Electronic Waste (E-Waste)
[Note: Electronic devices contain personal data that should be removed before donating, re-selling or recycling]
What is it?
Computers are getting smaller and screens are getting bigger; tablets and smart phones are getting smaller AND bigger; TVs and computers are becoming the same product … who can keep up? All these innovations and cool new gadgets lead to increasing amounts of electronic waste (e-waste). Because technology advances at such a high rate, many electronic devices become “trash” after a few short years of use.
What is the issue?
Electronics contain valuable metals such as silver, palladium and copper that can be harvested to make new products. Recycling electronic waste also keeps potentially harmful substances out of our landfills. E-waste can include toxic ingredients such as flame retardants in plastics, lead in old computer monitors and TV’s, mercury in LCD screens and more.
Where can it go?
In Canada, all provinces have programs to recycle electronic waste. The majority of these are operated by Electronic Products Recycling Association (EPRA), an industry-led, non-profit organization. EPRA follows a strict standard for how electronics are handled that incorporates provisions for worker safety, data security, and responsible e-waste recycling. In Saskatchewan, EPRA-SK collects electronics via SARCAN depots, some retailers and one-day community collection events. The program also collects directly from larger businesses and institutions. SARCAN ships the electronics to approved processors where the materials are broken down into their parts and the pieces are recycled into new products.

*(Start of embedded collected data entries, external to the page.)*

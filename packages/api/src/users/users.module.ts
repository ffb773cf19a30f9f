import { Module } from '@nestjs/common';
import { SequelizeModule } from '@nestjs/sequelize';
import { OrganisationsModule } from '../organisations/organisations.module.js';
import { Membership } from './models/membership.model.js';
import { User } from './models/user.model.js';
import { UserAccounts } from './user-accounts.js';
import { UsersController } from './users.controller.js';
import { UsersService } from './users.service.js';

@Module({
  imports: [SequelizeModule.forFeature([User, Membership]), OrganisationsModule],
  controllers: [UsersController],
  providers: [UsersService, UserAccounts],
  exports: [UsersService, UserAccounts],
})
export class UsersModule {}
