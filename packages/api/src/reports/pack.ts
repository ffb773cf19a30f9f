/**
 * A report's data pack: what its sheets hold, for the region (regional leads
 * and auditors) and for one practice (its leads). Everything comes from the
 * report's snapshot. Wherever other practices appear, their counts are under
 * disclosure control (docs/methods.md §9): the peer tables frozen with the
 * report (two-way suppression), breakdowns of the region protected the same
 * way here, region totals alone with primary suppression.
 */
import { discloseCount, discloseRate } from '@cairn/metrics';
import type { MeasureDto } from '../measure-sets/dto/measure-set.dto.js';
import type {
  PracticeResultsDto,
  PracticeResultsWithDetailDto,
} from '../benchmarks/dto/practice-results.dto.js';
import type { DisclosedCellDto, PeerTableDto } from './dto/report.dto.js';
import { DECIMAL, INTEGER, type PackSheet, type PackValue, PERCENT } from './pack-writer.js';
import type { ReportRow } from './report.repository.js';
import { practicePeers, type ReportSnapshot } from './snapshot.js';

export type PackScope = { kind: 'region' } | { kind: 'practice'; practiceId: number };

const DISCLOSURE_TEXT =
  'Counts from 1 to 4 of other practices are shown as “< 5”; further counts are withheld where a total would give a small count away (rows and columns both); rates with a denominator under 10 are withheld. Your own practice’s figures are shown in full.';

const cell = (c: DisclosedCellDto): PackValue => (c.value === null ? c.display : c.value);

/** A count shown alone (a total): primary suppression. */
const total = (n: number): PackValue => {
  const d = discloseCount(n);
  return d.value === null ? d.display : d.value;
};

If the item is a product that SARCAN does not accept, check our Waste Reduction Hub for other options. There are voluntary programs for recycling specific electronic items, like the ones offered by SaskTel and London Drugs.
What happens after?
Once collected, the electronics are sent to audited and approved recyclers for processing, where they are broken down and sorted into their components. Materials such as glass, plastic, and heavy metals are recovered and put back into the manufacturing stream to make new products while substances of concern such as mercury and lead are dealt with in an environmentally safe manner.
How can I reduce?
Re-evaluate whether you really need that extra electronic device. Try to find electronics that will serve multiple functions.

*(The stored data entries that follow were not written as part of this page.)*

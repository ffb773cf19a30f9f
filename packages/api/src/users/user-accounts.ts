/**
 * The users module's account store, for sign-in and sessions (auth): finding
 * a person with their practices, provisioning from the identity provider,
 * bringing role and practices in line, recording a sign-in. Auth calls these
 * methods and never touches the users or memberships tables itself.
 */
import { Injectable } from '@nestjs/common';
import { InjectModel } from '@nestjs/sequelize';
import type { Transaction } from 'sequelize';
import type { Sequelize } from 'sequelize-typescript';
import { selectRows } from '../database/raw-select.js';
import { Membership } from './models/membership.model.js';
import { User } from './models/user.model.js';
import type { Role, UserStatus } from './roles.js';

export interface Account {
  id: number;
  email: string;
  displayName: string;
  role: Role;
  status: UserStatus;
  regionId: number;
  /** Practices led (memberships), ascending */
  practiceIds: number[];
}

function toAccount(user: User): Account {
  return {
    id: user.id,
    email: user.email,
    displayName: user.displayName,
    role: user.role,
    status: user.status,
    regionId: user.regionId,
    practiceIds: (user.memberships ?? []).map((m) => m.practiceId).sort((a, b) => a - b),
  };
}

@Injectable()
export class UserAccounts {
  constructor(
    @InjectModel(User) private readonly users: typeof User,
    @InjectModel(Membership) private readonly memberships: typeof Membership,
  ) {}

  /** Runs `work` in one transaction of the application's database. */
  transaction<T>(work: (transaction: Transaction) => Promise<T>): Promise<T> {
    return (this.users.sequelize as Sequelize).transaction(work);
  }

  async find(id: number, transaction?: Transaction): Promise<Account | null> {
    if (!transaction) return this.findNow(id);
    const user = await this.users.findByPk(id, {
      include: [{ model: Membership, attributes: ['practiceId'] }],
      transaction,
    });
    return user ? toAccount(user) : null;
  }

  /**
   * The person as they are now, with their practices, in one SELECT on a pooled connection
   * (no model instances): every signed-in request reads this (SessionService).
   */
  private async findNow(id: number): Promise<Account | null> {
    if (!Number.isSafeInteger(id)) return null;
    const [row] = await selectRows<{
      id: number;
      email: string;
      display_name: string;
      role: Role;
      status: UserStatus;
      region_id: number;
      practice_ids: string | null;
    }>(
      this.users.sequelize as Sequelize,
      `SELECT u.id, u.email, u.display_name, u.role, u.status, u.region_id,
              GROUP_CONCAT(m.practice_id ORDER BY m.practice_id) AS practice_ids
         FROM users u LEFT JOIN memberships m ON m.user_id = u.id
        WHERE u.id = ?
        GROUP BY u.id`,
      [id],
    );
    if (!row) return null;
    return {
      id: Number(row.id),
      email: row.email,
      displayName: row.display_name,
      role: row.role,
      status: row.status,
      regionId: Number(row.region_id),
      practiceIds: row.practice_ids ? row.practice_ids.split(',').map(Number) : [],
    };
  }

  /**
   * The person whose id is `userIdSql` (a column of the caller's statement, written in the
   * caller's code: never a value from a request) as a scalar
   * subquery: a JSON object, or NULL when there is no such person. Lets auth read a session and
   * its person in one statement (session-store.ts): this module writes the SQL of its own tables,
   * the caller only embeds it. Decode the value with `accountOfJson`.
   */
  accountJsonSql(userIdSql: string): string {
    return `(SELECT JSON_OBJECT('id', u.id, 'email', u.email, 'displayName', u.display_name,
        'role', u.role, 'status', u.status, 'regionId', u.region_id,
        'practiceIds', (SELECT JSON_ARRAYAGG(m.practice_id ORDER BY m.practice_id)
                          FROM memberships m WHERE m.user_id = u.id))
      FROM users u WHERE u.id = ${userIdSql})`;
  }

  /** The Account of a value read by `accountJsonSql` (null: no such person). */
  accountOfJson(value: unknown): Account | null {
    if (value === null || value === undefined) return null;
    const row = (typeof value === 'string' ? JSON.parse(value) : value) as Omit<
      Account,
      'practiceIds'
    > & { practiceIds: number[] | null };
    return {
      id: Number(row.id),
      email: row.email,
      displayName: row.displayName,
      role: row.role,
      status: row.status,
      regionId: Number(row.regionId),
      practiceIds: (row.practiceIds ?? []).map(Number),
    };
  }

  /** The person with this (lower-cased) e-mail address, their row locked for the transaction. */
  async findByEmailForUpdate(email: string, transaction: Transaction): Promise<Account | null> {
    const user = await this.users.findOne({
      where: { email },
      include: [Membership],
      transaction,
      lock: transaction.LOCK.UPDATE,
    });
    return user ? toAccount(user) : null;
  }

  async provision(
    input: { regionId: number; email: string; displayName: string; role: Role; externalId: string },
    transaction: Transaction,
  ): Promise<Account> {
    const user = await this.users.create({ ...input, status: 'active' }, { transaction });
    return { ...toAccount(user), practiceIds: [] };
  }

  async setRole(userId: number, role: Role, transaction: Transaction): Promise<void> {
    await this.users.update({ role }, { where: { id: userId }, transaction });
  }

  async addMembership(userId: number, practiceId: number, transaction: Transaction): Promise<void> {
    await this.memberships.create({ userId, practiceId, role: 'practice_lead' }, { transaction });
  }

  async removeMembership(
    userId: number,
    practiceId: number,
    transaction: Transaction,
  ): Promise<void> {
    await this.memberships.destroy({ where: { userId, practiceId }, transaction });
  }

  async recordSignIn(userId: number, externalId: string, transaction: Transaction): Promise<void> {
    await this.users.update(
      { externalId: externalId.slice(0, 255), lastSignInAt: new Date() },
      { where: { id: userId }, transaction },
    );
  }
}
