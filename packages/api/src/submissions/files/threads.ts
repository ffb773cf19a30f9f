/** Starting the threads that read workbooks (sheet-scan-thread.ts, sheet-read-thread.ts). */
import { Worker } from 'node:worker_threads';

/**
 * A thread running the module `name` beside the module at `here` (its import.meta.url). Built
 * (dist/): the compiled sibling. From the sources (the tests): the .ts file through tsx,
 * registered in the new thread before it loads the file. The thread never keeps the process
 * alive.
 */
export function startWorker(here: string, name: string): Worker {
  const worker = here.endsWith('.js')
    ? new Worker(new URL(`./${name}.js`, here))
    : new Worker(
        `import('tsx/esm/api').then(({ register }) => { register(); return import(${JSON.stringify(new URL(`./${name}.ts`, here).href)}); })`,
        { eval: true },
      );
  worker.unref();
  return worker;
}

/** Threads of one kind kept for the next workbook: a few at most, each ended after a while unused. */
export class ThreadPool {
  private readonly idle: { worker: Worker; timer: NodeJS.Timeout }[] = [];

  constructor(
    private readonly here: string,
    private readonly name: string,
    private readonly maxIdle = 2,
    private readonly idleMs = 60_000,
  ) {}

  take(): Worker {
    const kept = this.idle.pop();
    if (kept) {
      clearTimeout(kept.timer);
      return kept.worker;
    }
    return startWorker(this.here, this.name);
  }

  /** Keeps a thread that finished its work cleanly for the next one. */
  park(worker: Worker): void {
    if (this.idle.length >= this.maxIdle) {
      void worker.terminate();
      return;
    }
    const timer = setTimeout(() => {
      const at = this.idle.findIndex((i) => i.worker === worker);
      if (at >= 0) this.idle.splice(at, 1);
      void worker.terminate();
    }, this.idleMs);
    timer.unref();
    this.idle.push({ worker, timer });
  }
}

Extend the life of your electronics by keeping them clean, using a protective case, and avoiding overcharging the battery.
Look for environmentally friendly products that are labeled 'Energy Star' or are certified by the Electronic Product Environmental Assessment Tool (EPEAT).
If the item is still usable, consider giving it to a friend or relative, donating it to an electronics reuse agency, or selling it on kijiji.